Let $B:=B_1\cap B_2\cap...\cap B_n$, where each $B_j$ is a *reflexive* Lebesgue space or Sobolev space (such as $L^4$, $H^1$, etc.) on a domain in $\mathbb{R}^d$. Then $B$ is a Banach space endowed with the norm
$$\|\cdot\| = \|\cdot\|_{B_1}+...+\|\cdot\|_{B_n}.$$
Let $\{f_n\}$ be a sequence in $B$ and $f\in B$.

Is the assertion that $f_n$ weakly converges to $f$ in $B$ equivalent to the assertion that $f_n$ weakly converges to $f$ in each $B_j$?
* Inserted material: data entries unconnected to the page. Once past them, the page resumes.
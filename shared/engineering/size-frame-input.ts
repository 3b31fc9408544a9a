import { UNIT_SYSTEMS, type UnitSystem } from '../units/systems'
import { findStepBandIssues, DESIGN_METHODS, type DesignMethod } from './core-size'
import { isFiniteNumber, mustBe, type InputIssue } from './errors'
import { BRACE_CONFIGURATIONS, type BraceConfiguration } from './geometry'

/**
 * The request of `sizeFrame` (the `POST /api/sizing/frame` body) and its validation.
 * All numbers are in the request's unit system (see `DISPLAY_UNITS`):
 * US — ft for bayWidth and storyHeight, kip for storyShear, ksi for stresses, in² for areas;
 * SI — m, kN, MPa, mm².
 */

/** One story of the frame line, bottom story first. */
export interface SizeFrameLevelInput {
  /** Label shown back in the result, e.g. "L2". */
  name: string
  /** Floor-to-floor height of this story, ft | m. */
  storyHeight: number
  /** Shear carried by this frame line at this story, kip | kN: factored (LRFD) or service-level (ASD). */
  storyShear: number
}

/** Capacity basis as sent in a request (stresses in ksi | MPa). See `CapacityBasis`. */
export type SizeFrameCapacityBasis =
  | { kind: 'ry'; ry: number }
  | { kind: 'yieldRange'; fyscMax: number }
  | { kind: 'coupon'; fysc: number }

/** One band of a core-increment table as sent in a request, areas in in² | mm². See `CoreStepBand`. */
export interface CoreStepInput {
  upTo: number | null
  step: number
}

/** Input of `sizeFrame`. Optional fields take `SIZE_FRAME_DEFAULTS`. */
export interface SizeFrameRequest {
  units: UnitSystem
  method: DesignMethod
  configuration: BraceConfiguration
  /** Column-to-column bay width, ft | m. */
  bayWidth: number
  /** Braced bays in the frame line sharing the story shear (1–20). Default 1. */
  bracedBays?: number
  /** Stories, bottom first (1–60). */
  levels: SizeFrameLevelInput[]
  /** Specified minimum core yield stress, ksi | MPa (used for sizing and the design check). */
  fyscMin: number
  capacityBasis: SizeFrameCapacityBasis
  /** Compression adjustment factor β. */
  beta: number
  /** Strain-hardening adjustment factor ω. */
  omega: number
  /** Stiffness modification factor KF. Default 1.4. */
  stiffnessFactor?: number
  /** Yielding length over work-point length, Ly/Lwp. Default 0.6. */
  yieldLengthRatio?: number
  /** Core-increment table in the request's area unit. Default: `DEFAULT_CORE_STEPS` (in²). */
  coreSteps?: CoreStepInput[] | null
}

/**
 * Defaults of the optional request fields: one braced bay; KF = 1.4 and Ly/Lwp = 0.6, the middle
 * of the usual preliminary assumptions (KF 1.3–1.5, Ly/Lwp ≈ 0.6: BRB literature ranges,
 * engineering reference §5, from memory; common practice).
 */
export const SIZE_FRAME_DEFAULTS = Object.freeze({ bracedBays: 1, stiffnessFactor: 1.4, yieldLengthRatio: 0.6 })

/** Size limits of a request: 1–60 levels, 1–20 braced bays, level names up to 80 characters. */
export const SIZE_FRAME_LIMITS = Object.freeze({ maxLevels: 60, maxBracedBays: 20, maxNameLength: 80 })

const isObject = (value: unknown): value is Record<string, unknown> =>
  typeof value === 'object' && value !== null && !Array.isArray(value)

const oneOf = (list: readonly string[]) => `one of ${list.map((v) => `'${v}'`).join(', ')}`

/**
 * Every problem with a `sizeFrame` request, each with its dotted field path
 * (e.g. `levels.2.storyHeight`). Returns [] for a valid request. Used by `sizeFrame`,
 * which throws `EngineeringInputError` carrying these issues.
 */
export function findSizeFrameIssues(request: unknown): InputIssue[] {
  if (!isObject(request)) return [{ field: '', message: 'the request must be a JSON object.' }]
  const issues: InputIssue[] = []
  const add = (field: string, message: string) => issues.push({ field, message })
  const u = request.units === 'si' ? { dim: 'm', force: 'kN', stress: 'MPa', area: 'mm²' } : { dim: 'ft', force: 'kip', stress: 'ksi', area: 'in²' }
  const positive = (value: unknown, field: string, hint: string) => {
    if (!isFiniteNumber(value) || value <= 0) add(field, mustBe('a finite number greater than 0', value, hint))
  }

  if (!(UNIT_SYSTEMS as readonly unknown[]).includes(request.units)) add('units', mustBe(oneOf(UNIT_SYSTEMS), request.units, "'us' or 'si'"))
  if (!(DESIGN_METHODS as readonly unknown[]).includes(request.method)) add('method', mustBe(oneOf(DESIGN_METHODS), request.method, "'lrfd' or 'asd'"))
  if (!(BRACE_CONFIGURATIONS as readonly unknown[]).includes(request.configuration)) {
    add('configuration', mustBe(oneOf(BRACE_CONFIGURATIONS), request.configuration, 'a brace configuration'))
  }
  positive(request.bayWidth, 'bayWidth', `the column-to-column bay width in ${u.dim}`)
  if (request.bracedBays !== undefined) {
    const n = request.bracedBays
    if (!Number.isInteger(n) || (n as number) < 1 || (n as number) > SIZE_FRAME_LIMITS.maxBracedBays) {
      add('bracedBays', mustBe(`a whole number from 1 to ${SIZE_FRAME_LIMITS.maxBracedBays}`, n, 'the number of braced bays in this frame line'))
    }
  }
  checkLevels(request.levels, u, add, positive)
  positive(request.fyscMin, 'fyscMin', `the specified minimum core yield stress in ${u.stress}`)
  checkCapacityBasis(request.capacityBasis, request.fyscMin, u.stress, add, positive)
  positive(request.beta, 'beta', 'β from the supplier’s qualification tests (typically 1.0–1.3)')
  positive(request.omega, 'omega', 'ω from the supplier’s qualification tests (typically 1.2–1.5)')
  if (request.stiffnessFactor !== undefined) positive(request.stiffnessFactor, 'stiffnessFactor', 'KF (typically 1.2–1.7)')
  if (request.yieldLengthRatio !== undefined) {
    const r = request.yieldLengthRatio
    if (!isFiniteNumber(r) || r <= 0 || r > 1) add('yieldLengthRatio', mustBe('greater than 0 and at most 1', r, 'Ly/Lwp (typically 0.5–0.7)'))
  }
  if (request.coreSteps !== undefined && request.coreSteps !== null) {
    issues.push(...findStepBandIssues(request.coreSteps as CoreStepInput[], 'coreSteps'))
  }
  return issues
}

type Add = (field: string, message: string) => void
type Positive = (value: unknown, field: string, hint: string) => void

function checkLevels(levels: unknown, u: { dim: string; force: string }, add: Add, positive: Positive): void {
  const { maxLevels, maxNameLength } = SIZE_FRAME_LIMITS
  if (!Array.isArray(levels) || levels.length < 1 || levels.length > maxLevels) {
    add('levels', `must list from 1 to ${maxLevels} stories, bottom story first.`)
    return
  }
  levels.forEach((level: unknown, i) => {
    if (!isObject(level)) return add(`levels.${i}`, 'must be an object { name, storyHeight, storyShear }.')
    const { name } = level
    if (typeof name !== 'string' || name.trim().length === 0 || name.length > maxNameLength) {
      add(`levels.${i}.name`, `must be a non-empty label of at most ${maxNameLength} characters.`)
    }
    positive(level.storyHeight, `levels.${i}.storyHeight`, `the floor-to-floor story height in ${u.dim}`)
    positive(level.storyShear, `levels.${i}.storyShear`, `the story shear carried by this frame line in ${u.force}`)
  })
}

function checkCapacityBasis(basis: unknown, fyscMin: unknown, stress: string, add: Add, positive: Positive): void {
  if (!isObject(basis)) return add('capacityBasis', "must be { kind: 'ry', ry } or { kind: 'yieldRange', fyscMax } or { kind: 'coupon', fysc }.")
  switch (basis.kind) {
    case 'ry':
      return positive(basis.ry, 'capacityBasis.ry', 'Ry from AISC 341 Table A3.1 (1.3 for A36 plate)')
    case 'yieldRange':
      positive(basis.fyscMax, 'capacityBasis.fyscMax', `the upper bound of the ordered core yield window in ${stress}`)
      if (isFiniteNumber(basis.fyscMax) && isFiniteNumber(fyscMin) && basis.fyscMax < fyscMin) {
        add('capacityBasis.fyscMax', mustBe(`at least fyscMin (${fyscMin})`, basis.fyscMax, `the upper bound of the yield window in ${stress}`))
      }
      return
    case 'coupon':
      return positive(basis.fysc, 'capacityBasis.fysc', `the yield stress measured on core coupons in ${stress}`)
    default:
      add('capacityBasis.kind', mustBe(oneOf(['ry', 'yieldRange', 'coupon']), basis.kind, 'how the expected core yield is obtained'))
  }
}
Note that it's easy to show that the weak convergence in $B$ implies that in each $B_j$. It's the converse that is not obvious. Does anyone know the answer or some reference for it?

**Remark.** My question is closely related to the following:

Is the reflexivity of every $B_j$ implies the reflexivity of $B$?
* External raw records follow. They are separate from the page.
import { EngineeringInputError, isFiniteNumber, requirePositive, type InputIssue } from './errors'

/**
 * Required steel core area and rounding up to an available core size.
 * Areas in in², forces in kips, stresses in ksi.
 *
 * Sources: φ = 0.90 (LRFD) and Ω = 1.67 (ASD) for the steel core, AISC 341 F4.5b (from memory;
 * the same factors as AISC 360 tensile yielding). The increment table is common practice, no source.
 */

/** Design method of the core check. */
export type DesignMethod = 'lrfd' | 'asd'

/** All design methods, for validation and pickers. */
export const DESIGN_METHODS = ['lrfd', 'asd'] as const satisfies readonly DesignMethod[]

/** Resistance factor φ for the core, LRFD: 0.90 (AISC 341 F4.5b, from memory). */
export const CORE_RESISTANCE_FACTOR = 0.9

/** Safety factor Ω for the core, ASD: 1.67 (AISC 341 F4.5b, from memory). */
export const CORE_SAFETY_FACTOR = 1.67

/**
 * One band of a core-increment table: sizes step by `stepIn2` from the previous band's
 * upper bound (0 for the first band) up to and including `upToIn2`. `upToIn2: null` means
 * "no upper bound" and must be the last band.
 */
export interface CoreStepBand {
  upToIn2: number | null
  stepIn2: number
}

/**
 * Default core-increment table (common practice, no source): 0.25 in² steps up to 5 in²,
 * 0.5 in² steps above 5 up to and including 10 in², 1.0 in² steps above 10 in².
 * A firm can pass its own table (for example its supplier's plate sizes).
 */
export const DEFAULT_CORE_STEPS: readonly CoreStepBand[] = Object.freeze([
  Object.freeze({ upToIn2: 5, stepIn2: 0.25 }),
  Object.freeze({ upToIn2: 10, stepIn2: 0.5 }),
  Object.freeze({ upToIn2: null, stepIn2: 1 }),
])

const defaults = {
  /** Relative tolerance: a required area at most this fraction above a size stays on that size. */
  relativeTolerance: 1e-9,
}

/**
 * Problems with an increment table given as `{ upTo, step }` bands in any one unit.
 * Rules: at least one band; every step a finite number > 0; bounds finite, > 0 and strictly
 * increasing; only the last band has `upTo: null` (the table must cover every area); each
 * bounded band is a whole number of its steps wide, so sizes line up at band boundaries.
 * `names` gives the property names used in the issue paths. Returns [] when the table is valid.
 */
export function findStepBandIssues(
  bands: readonly { upTo: number | null; step: number }[],
  field: string,
  names: { upTo: string; step: string } = { upTo: 'upTo', step: 'step' },
): InputIssue[] {
  if (!Array.isArray(bands) || bands.length === 0) {
    return [{ field, message: 'must list at least one band, the last with no upper bound (null).' }]
  }
  const issues: InputIssue[] = []
  let previous = 0
  bands.forEach((band, i) => {
    const last = i === bands.length - 1
    const { upTo, step } = band ?? ({} as { upTo: unknown; step: unknown })
    if (!isFiniteNumber(step) || step <= 0) {
      issues.push({ field: `${field}.${i}.${names.step}`, message: 'must be a finite number greater than 0.' })
      return
    }
    if (upTo === null) {
      if (!last) issues.push({ field: `${field}.${i}.${names.upTo}`, message: 'only the last band may have no upper bound (null).' })
      return
    }
    if (!isFiniteNumber(upTo) || upTo <= previous) {
      issues.push({
        field: `${field}.${i}.${names.upTo}`,
        message: `must be a finite number greater than the previous bound (${previous}).`,
      })
      return
    }
    const stepsInBand = (upTo - previous) / step
    if (Math.abs(stepsInBand - Math.round(stepsInBand)) > 1e-9 * Math.max(1, stepsInBand)) {
      issues.push({
        field: `${field}.${i}.${names.step}`,
        message: `the band from ${previous} to ${upTo} must be a whole number of steps of ${step}.`,
      })
    }
    if (last) issues.push({ field: `${field}.${i}.${names.upTo}`, message: 'the last band must have no upper bound (null).' })
    previous = upTo
  })
  return issues
}

/** Throw `EngineeringInputError` (field `coreSteps.i.…`) unless `steps` is a valid increment table. */
export function validateCoreSteps(steps: readonly CoreStepBand[], field = 'coreSteps'): void {
  const bands = Array.isArray(steps) ? steps.map((band) => ({ upTo: band?.upToIn2, step: band?.stepIn2 })) : []
  const issues = findStepBandIssues(bands, field, { upTo: 'upToIn2', step: 'stepIn2' })
  if (issues.length > 0) throw EngineeringInputError.fromIssues(issues)
}

/**
 * Required core area, in²:
 * LRFD Asc,req = |Pu| / (φ · Fysc,min), φ = 0.90; ASD Asc,req = Ω · |Pa| / Fysc,min, Ω = 1.67
 * (AISC 341 F4.5b, from memory; derived in engineering reference §1.1 [D]).
 * Throws `EngineeringInputError` for a non-finite or zero demand or Fysc ≤ 0.
 */
export function computeRequiredCoreArea(options: { demandKip: number; fyscKsi: number; method: DesignMethod }): number {
  const demandKip = Math.abs(requirePositiveMagnitude(options.demandKip))
  const fyscKsi = requirePositive(options.fyscKsi, 'fyscKsi', 'the specified minimum core yield stress in ksi')
  return options.method === 'asd'
    ? (CORE_SAFETY_FACTOR * demandKip) / fyscKsi
    : demandKip / (CORE_RESISTANCE_FACTOR * fyscKsi)
}

function requirePositiveMagnitude(demandKip: number): number {
  if (!isFiniteNumber(demandKip) || demandKip === 0) {
    throw new EngineeringInputError('demandKip', `must be a finite, non-zero brace force in kips (got ${demandKip}).`)
  }
  return demandKip
}

/**
 * Demand/capacity ratio of the core: LRFD |Pu| / (φ · Fysc · Asc); ASD Ω · |Pa| / (Fysc · Asc)
 * (AISC 341 F4.5b, from memory). A ratio above 1 is a returned outcome, not an error.
 */
export function computeDemandCapacityRatio(options: {
  demandKip: number
  coreAreaIn2: number
  fyscKsi: number
  method: DesignMethod
}): number {
  const areaIn2 = requirePositive(options.coreAreaIn2, 'coreAreaIn2', 'the provided core area in in²')
  const fyscKsi = requirePositive(options.fyscKsi, 'fyscKsi', 'the specified minimum core yield stress in ksi')
  const demandKip = Math.abs(options.demandKip)
  return options.method === 'asd'
    ? (CORE_SAFETY_FACTOR * demandKip) / (fyscKsi * areaIn2)
    : demandKip / (CORE_RESISTANCE_FACTOR * fyscKsi * areaIn2)
}

/** Tidy float noise from step arithmetic (0.1 × 3 → 0.3) without moving a size by more than 1e-12 relative. */
const tidy = (value: number): number => Number(value.toPrecision(12))

/**
 * Round a required core area UP to the next available size of an increment table
 * (engineering reference §6.2 [C]; the default table is common practice, no source).
 * Never rounds down, except that a required area within `relativeTolerance` (default 1e-9)
 * above a size stays on that size, so 4.5000000001 in² gives 4.5 in², not 4.75.
 * Throws `EngineeringInputError` for a required area that is not a finite number > 0 or an invalid table.
 */
export function roundUpCoreArea(
  requiredIn2: number,
  options: { steps?: readonly CoreStepBand[]; relativeTolerance?: number } = {},
): number {
  const required = requirePositive(requiredIn2, 'requiredIn2', 'the required core area in in²')
  const { steps = DEFAULT_CORE_STEPS, relativeTolerance = defaults.relativeTolerance } = options
  validateCoreSteps(steps)
  const within = (size: number) => required <= size * (1 + relativeTolerance)
  let previous = 0
  for (const { upToIn2, stepIn2 } of steps) {
    if (upToIn2 === null || within(upToIn2)) {
      const k = Math.max(1, Math.ceil((required - previous) / stepIn2))
      const lower = previous + (k - 1) * stepIn2
      const size = k > 1 && within(lower) ? lower : previous + k * stepIn2
      return upToIn2 === null ? tidy(size) : Math.min(tidy(size), upToIn2)
    }
    previous = upToIn2
  }
  // Unreachable: validateCoreSteps guarantees a final unbounded band.
  throw new EngineeringInputError('coreSteps', 'the last band must have no upper bound (null).')
}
To see this, assume $f_n$ converges weakly to $f$ in each $B_j$. Then $f_n$ is a bounded sequence in each $B_j$, and hence is bounded in $B$. If we can prove that $B$ is reflexive, then $f_n$ has weakly convergent subsequence in $B$. It's easy to show that every weak convergent subsequence of $f_n$ in $B$ must have weak limit $f$, and hence the sequence $f_n$ itself converges weakly to $f$. Conversely, if for every sequence $f_n$ in $B$, $f_n$ converges weakly in each $B_j$ implies that $f_n$ converges weakly in $B$, then $B$ must be reflexive. I omit the proof of this assertion.